_Problem to solve_
Pull out every line with the word "target" from the entries below.

-------- Stored data

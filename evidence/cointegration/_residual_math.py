"""Residual-based cointegration math on balanced arrays: Pedroni's seven sums and Kao's pooled DF/ADF.

Pure NumPy; every function works on all units at once, and the ``*_statistics`` functions on a
leading batch axis of panels as well (``y`` (..., N, T), ``x`` (..., N, T, k)), which is how the
bootstrap recomputes a statistic on hundreds of panels in one pass. The public tests in
:mod:`evidence.cointegration.panel` standardise the sums.
"""

from __future__ import annotations

from typing import Any

import numpy as np

from evidence._hac import long_run_cov
from evidence.cointegration._data import batch_ols, deterministics, lag_matrix

__all__ = ["PEDRONI_NAMES", "KAO_NAMES", "adf_terms", "kao_raw", "kao_statistics", "pedroni_raw",
           "pedroni_statistics", "select_adf_lags", "static_residuals"]

#: Pedroni's statistics in the published order.
PEDRONI_NAMES = ("panel v", "panel rho", "panel PP", "panel ADF", "group rho", "group PP",
                 "group ADF")
#: Kao's statistics, the starred (endogeneity-robust) ones first.
KAO_NAMES = ("DF* rho", "DF* t", "ADF", "DF rho", "DF t")


def static_residuals(y: np.ndarray, x: np.ndarray, trend: str) -> tuple[np.ndarray, np.ndarray]:
    """Residuals and slopes of each unit's OLS of ``y`` on its deterministics and ``x``."""
    n_units, n_years = y.shape
    d0 = deterministics(trend, n_years)
    d = np.broadcast_to(d0, (n_units, *d0.shape))
    z = np.concatenate([d, x], axis=2)
    coef, resid, _ = batch_ols(y, z)
    return resid, coef[:, d.shape[2]:]


def adf_terms(e: np.ndarray, lags: int) -> tuple[np.ndarray, np.ndarray, np.ndarray]:
    """``e_{t-1}`` and ``Δe_t`` net of ``lags`` lagged differences, and the ADF residuals.

    Rows are ``t = lags + 2, ..., T`` (1-based). By Frisch–Waugh, ``sum(el * de) / sum(el**2)`` is the
    ADF coefficient on ``e_{t-1}`` (no deterministics: residuals have mean zero).
    """
    de = np.diff(e, axis=1)                      # Δe_t for t = 2..T
    el = e[:, :-1]                               # e_{t-1}
    if lags == 0:
        gamma = np.sum(el * de, axis=1) / np.sum(el * el, axis=1)
        return el, de, de - gamma[:, None] * el
    lagged = lag_matrix(de, list(range(1, lags + 1)))[:, lags:]
    de_s, el_s = de[:, lags:], el[:, lags:]
    _, de_p, _ = batch_ols(de_s, lagged)
    _, el_p, _ = batch_ols(el_s, lagged)
    gamma = np.sum(el_p * de_p, axis=1) / np.sum(el_p * el_p, axis=1)
    return el_p, de_p, de_p - gamma[:, None] * el_p


def select_adf_lags(e: np.ndarray, max_lags: int, method: str) -> np.ndarray:
    """Each unit's ADF lag order in ``0..max_lags`` by AIC or BIC on a common sample."""
    n_units, n_years = e.shape
    de = np.diff(e, axis=1)
    el = e[:, :-1]
    start = max_lags
    nobs = n_years - 1 - start
    scores = np.empty((n_units, max_lags + 1))
    for k in range(max_lags + 1):
        cols = [el[:, start:, None]]
        if k:
            cols.append(lag_matrix(de, list(range(1, k + 1)))[:, start:])
        z = np.concatenate(cols, axis=2)
        _, resid, _ = batch_ols(de[:, start:], z)
        ssr = np.sum(resid ** 2, axis=1)
        penalty = 2.0 if method == "aic" else np.log(nobs)
        scores[:, k] = nobs * np.log(ssr / nobs) + penalty * (k + 1)
    return np.argmin(scores, axis=1)


def _pedroni_units(e: np.ndarray, dy: np.ndarray, dx: np.ndarray, adf_lags: np.ndarray, *,
                   trend: str, hac_lags: int) -> dict[str, np.ndarray]:
    """The unit pieces of Pedroni's sums (every array (M,) for M units)."""
    n_units = e.shape[0]
    # L11^2: long-run variance of the residual of Δy on Δx (and a constant with a trend).
    zd = dx if trend != "trend" else np.concatenate([np.ones((*dx.shape[:2], 1)), dx], axis=2)
    _, eta, _ = batch_ols(dy, zd)
    l11 = long_run_cov(eta[:, :, None], hac_lags)[1][:, 0, 0]
    # Non-parametric (rho, PP) terms from e_t = gamma e_{t-1} + u_t.
    el, de, u = adf_terms(e, 0)
    nobs = de.shape[1]
    lrc = long_run_cov(u[:, :, None], hac_lags)
    s2, sig2 = lrc.short_run[:, 0, 0], lrc.long_run[:, 0, 0]
    lam = 0.5 * (sig2 - s2)
    see = np.sum(el * el, axis=1)                          # sum_t e_{t-1}^2, per unit
    num = np.sum(el * de, axis=1) - nobs * lam             # sum_t (e_{t-1} Δe_t - lambda_i)
    # Parametric (ADF) terms, unit by unit lag order.
    ee_star = np.empty(n_units)
    ed_star = np.empty(n_units)
    s2_star = np.empty(n_units)
    for k in np.unique(adf_lags):
        idx = np.flatnonzero(adf_lags == k)
        el_k, de_k, u_k = adf_terms(e[idx], int(k))
        ee_star[idx] = np.sum(el_k * el_k, axis=1)
        ed_star[idx] = np.sum(el_k * de_k, axis=1)
        s2_star[idx] = np.mean(u_k * u_k, axis=1)
    return {"l11": l11, "lambda": lam, "sigma2": sig2, "s2": s2, "see": see, "num": num,
            "ee_star": ee_star, "ed_star": ed_star, "s2_star": s2_star,
            "nobs": np.full(n_units, float(nobs))}


def _pedroni_combine(units: dict[str, np.ndarray]) -> dict[str, np.ndarray]:
    """The seven sums from unit pieces shaped (..., N): sums over the last axis."""
    n_units = units["see"].shape[-1]
    w = 1.0 / units["l11"]
    see, num, sig2 = units["see"], units["num"], units["sigma2"]
    ee_star, ed_star, s2_star = units["ee_star"], units["ed_star"], units["s2_star"]
    a = np.sum(w * see, axis=-1)
    b = np.sum(w * num, axis=-1)
    sigma_tilde = np.mean(w * sig2, axis=-1)
    s2_tilde = np.mean(w * s2_star, axis=-1)  # weighted like sigma_tilde (see pedroni_test Notes)
    t_scale = units["nobs"][..., 0]
    sqrt_n = np.sqrt(n_units)
    return {
        "panel v": t_scale ** 2 * n_units ** 1.5 / a,
        "panel rho": t_scale * sqrt_n * b / a,
        "panel PP": b / np.sqrt(sigma_tilde * a),
        "panel ADF": np.sum(w * ed_star, axis=-1) / np.sqrt(s2_tilde * np.sum(w * ee_star, axis=-1)),
        "group rho": t_scale / sqrt_n * np.sum(num / see, axis=-1),
        "group PP": np.sum(num / np.sqrt(sig2 * see), axis=-1) / sqrt_n,
        "group ADF": np.sum(ed_star / np.sqrt(s2_star * ee_star), axis=-1) / sqrt_n,
    }


def pedroni_raw(e: np.ndarray, dy: np.ndarray, dx: np.ndarray, adf_lags: np.ndarray, *,
                trend: str, hac_lags: int) -> dict[str, np.ndarray | float]:
    """Pedroni's (1999) seven statistics before standardisation (see ``pedroni_test``).

    ``e`` (N, T) static residuals, ``dy`` (N, T-1) and ``dx`` (N, T-1, m) first differences,
    ``adf_lags`` (N,) lag orders of the ADF regressions.
    """
    units = _pedroni_units(e, dy, dx, adf_lags, trend=trend, hac_lags=hac_lags)
    out: dict[str, np.ndarray | float] = {k: float(v) for k, v in _pedroni_combine(units).items()}
    out.update({"l11": units["l11"], "lambda": units["lambda"], "sigma2": units["sigma2"],
                "s2": units["s2"], "nobs": int(units["nobs"][0])})
    return out


def pedroni_statistics(y: np.ndarray, x: np.ndarray, *, trend: str, lags: int | str,
                       max_lags: int, hac_lags: int) -> tuple[dict[str, np.ndarray], np.ndarray]:
    """The seven raw statistics of panels ``y`` (..., N, T), ``x`` (..., N, T, k).

    ``lags`` an int fixes every unit's ADF order; "aic"/"bic" choose it per unit up to
    ``max_lags``. Returns the statistics (each shaped like the leading axes) and the ADF orders
    (..., N).
    """
    lead, (n_units, n_years) = y.shape[:-2], y.shape[-2:]
    k = x.shape[-1]
    yf, xf = y.reshape(-1, n_years), x.reshape(-1, n_years, k)
    e, _ = static_residuals(yf, xf, trend)
    if isinstance(lags, str):
        adf_lags = select_adf_lags(e, max_lags, lags)
    else:
        adf_lags = np.full(yf.shape[0], int(lags))
    units = _pedroni_units(e, np.diff(yf, axis=1), np.diff(xf, axis=1), adf_lags, trend=trend,
                           hac_lags=hac_lags)
    shaped = {key: value.reshape(*lead, n_units) for key, value in units.items()}
    return _pedroni_combine(shaped), adf_lags.reshape(*lead, n_units)


def _pooled_solve(z: np.ndarray, target: np.ndarray) -> tuple[np.ndarray, np.ndarray, np.ndarray]:
    """Least squares per panel: ``z`` (R, n, p), ``target`` (R, n) → coef, residuals, inv(Z'Z)."""
    gram = np.swapaxes(z, 1, 2) @ z
    inv = np.linalg.inv(gram)
    coef = (inv @ (np.swapaxes(z, 1, 2) @ target[..., None]))[..., 0]
    return coef, target - np.einsum("rnp,rp->rn", z, coef), inv


def _adf_design(el: np.ndarray, de: np.ndarray, lags: int, first: int) -> tuple[np.ndarray, np.ndarray]:
    """Pooled ADF regression of Δe_t on e_{t-1} and ``lags`` lagged Δe, from period ``first``."""
    reps = el.shape[0]
    cols = [el[:, :, first:, None]]
    if lags:
        cols.append(lag_matrix(de, list(range(1, lags + 1)))[:, :, first:])
    z = np.concatenate(cols, axis=3)
    return z.reshape(reps, -1, lags + 1), de[:, :, first:].reshape(reps, -1)


def kao_statistics(y: np.ndarray, x: np.ndarray, *, lags: int | str, max_lags: int,
                   hac_lags: int) -> dict[str, np.ndarray]:
    """Kao's (1999) pooled quantities for panels ``y`` (..., N, T), ``x`` (..., N, T, k).

    Returns, shaped like the leading axes: ``t_rho`` (= T(ρ̂ − 1)), ``t_df``, ``t_adf``,
    ``sigma_v2``, ``sigma_0v2``, ``rho``, ``adf_lags``, and ``beta`` (..., k). ``lags`` an int
    fixes the pooled ADF order; "aic"/"bic" choose it per panel up to ``max_lags`` on the common
    sample.
    """
    lead, (n_units, n_years, k) = y.shape[:-2], x.shape[-3:]
    yr, xr = y.reshape(-1, n_units, n_years), x.reshape(-1, n_units, n_years, k)
    reps = yr.shape[0]
    yd = yr - yr.mean(axis=2, keepdims=True)
    xd = xr - xr.mean(axis=2, keepdims=True)
    xx = np.einsum("rnti,rntj->rij", xd, xd)
    beta = np.linalg.solve(xx, np.einsum("rnti,rnt->ri", xd, yd)[..., None])[..., 0]
    e = yd - np.einsum("rntk,rk->rnt", xd, beta)
    el, et = e[:, :, :-1], e[:, :, 1:]
    rho = np.sum(el * et, axis=(1, 2)) / np.sum(el * el, axis=(1, 2))
    v = et - rho[:, None, None] * el
    s_e2 = np.mean(v * v, axis=(1, 2))
    t_df = (rho - 1.0) * np.sqrt(np.sum(el * el, axis=(1, 2))) / np.sqrt(s_e2)
    de = np.diff(e, axis=2)
    if isinstance(lags, str):
        scores = np.empty((reps, max_lags + 1))
        for p in range(max_lags + 1):
            z, target = _adf_design(el, de, p, max_lags)
            _, resid, _ = _pooled_solve(z, target)
            nobs = target.shape[1]
            penalty = 2.0 if lags == "aic" else np.log(nobs)
            scores[:, p] = nobs * np.log(np.sum(resid ** 2, axis=1) / nobs) + penalty * (p + 1)
        order = np.argmin(scores, axis=1)
    else:
        order = np.full(reps, int(lags))
    t_adf = np.empty(reps)
    for p in np.unique(order):
        idx = np.flatnonzero(order == p)
        z, target = _adf_design(el[idx], de[idx], int(p), int(p))
        coef, resid, inv = _pooled_solve(z, target)
        s2 = np.sum(resid ** 2, axis=1) / (target.shape[1] - z.shape[2])
        t_adf[idx] = coef[:, 0] / np.sqrt(s2 * inv[:, 0, 0])
    # Variances of u = Δe conditional on Δx, contemporaneous and long run, averaged over units.
    w = np.concatenate([de[..., None], np.diff(xr, axis=2)], axis=3)
    w = w - w.mean(axis=2, keepdims=True)
    sigma, omega, _ = long_run_cov(w, hac_lags)
    sigma, omega = sigma.mean(axis=1), omega.mean(axis=1)

    def conditional(m: np.ndarray) -> np.ndarray:
        solved = np.linalg.solve(m[:, 1:, 1:], m[:, 1:, :1])[..., 0]
        return m[:, 0, 0] - np.einsum("ri,ri->r", m[:, 0, 1:], solved)

    out = {"t_rho": n_years * (rho - 1.0), "t_df": t_df, "t_adf": t_adf,
           "sigma_v2": conditional(sigma), "sigma_0v2": conditional(omega), "rho": rho,
           "adf_lags": order}
    shaped = {key: value.reshape(lead) for key, value in out.items()}
    shaped["beta"] = beta.reshape(*lead, k)
    return shaped


def kao_standardise(raw: dict[str, np.ndarray], n_units: int) -> dict[str, np.ndarray]:
    """Kao's five N(0, 1) statistics from :func:`kao_statistics` (constants: see ``kao_test``)."""
    sn = np.sqrt(n_units)
    sv2, s0v2 = raw["sigma_v2"], raw["sigma_0v2"]
    sv, s0v = np.sqrt(sv2), np.sqrt(s0v2)
    star_scale = np.sqrt(s0v2 / (2 * sv2) + 3 * sv2 / (10 * s0v2))
    return {
        "DF* rho": (sn * raw["t_rho"] + 3 * sn * sv2 / s0v2) / np.sqrt(3 + 36 * sv2 ** 2 / (5 * s0v2 ** 2)),
        "DF* t": (raw["t_df"] + np.sqrt(6 * n_units) * sv / (2 * s0v)) / star_scale,
        "ADF": (raw["t_adf"] + np.sqrt(6 * n_units) * sv / (2 * s0v)) / star_scale,
        "DF rho": (sn * raw["t_rho"] + 3 * sn) / np.sqrt(10.2),
        "DF t": np.sqrt(1.25) * raw["t_df"] + np.sqrt(1.875 * n_units),
    }


def kao_raw(y: np.ndarray, x: np.ndarray, lags: int, *, hac_lags: int) -> dict[str, float]:
    """Kao's (1999) pooled DF and ADF quantities from the within (fixed-effects) regression.

    One panel ``y`` (N, T), ``x`` (N, T, k), a fixed pooled ADF order: see :func:`kao_statistics`.
    """
    raw = kao_statistics(y[None], x[None], lags=int(lags), max_lags=int(lags), hac_lags=hac_lags)
    out: dict[str, Any] = {key: float(value[0]) for key, value in raw.items() if key != "beta"}
    out["beta"] = raw["beta"][0]
    out.update({"n_units": y.shape[0], "n_years": y.shape[1]})
    return out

----------------

_Exercise result_
def _pooled_solve(z: np.ndarray, target: np.ndarray) -> tuple[np.ndarray, np.ndarray, np.ndarray]:
    """Least squares per panel: ``z`` (R, n, p), ``target`` (R, n) → coef, residuals, inv(Z'Z)."""
    coef = (inv @ (np.swapaxes(z, 1, 2) @ target[..., None]))[..., 0]
    return coef, target - np.einsum("rnp,rp->rn", z, coef), inv
            z, target = _adf_design(el, de, p, max_lags)
            _, resid, _ = _pooled_solve(z, target)
            nobs = target.shape[1]
        z, target = _adf_design(el[idx], de[idx], int(p), int(p))
        coef, resid, inv = _pooled_solve(z, target)
        s2 = np.sum(resid ** 2, axis=1) / (target.shape[1] - z.shape[2])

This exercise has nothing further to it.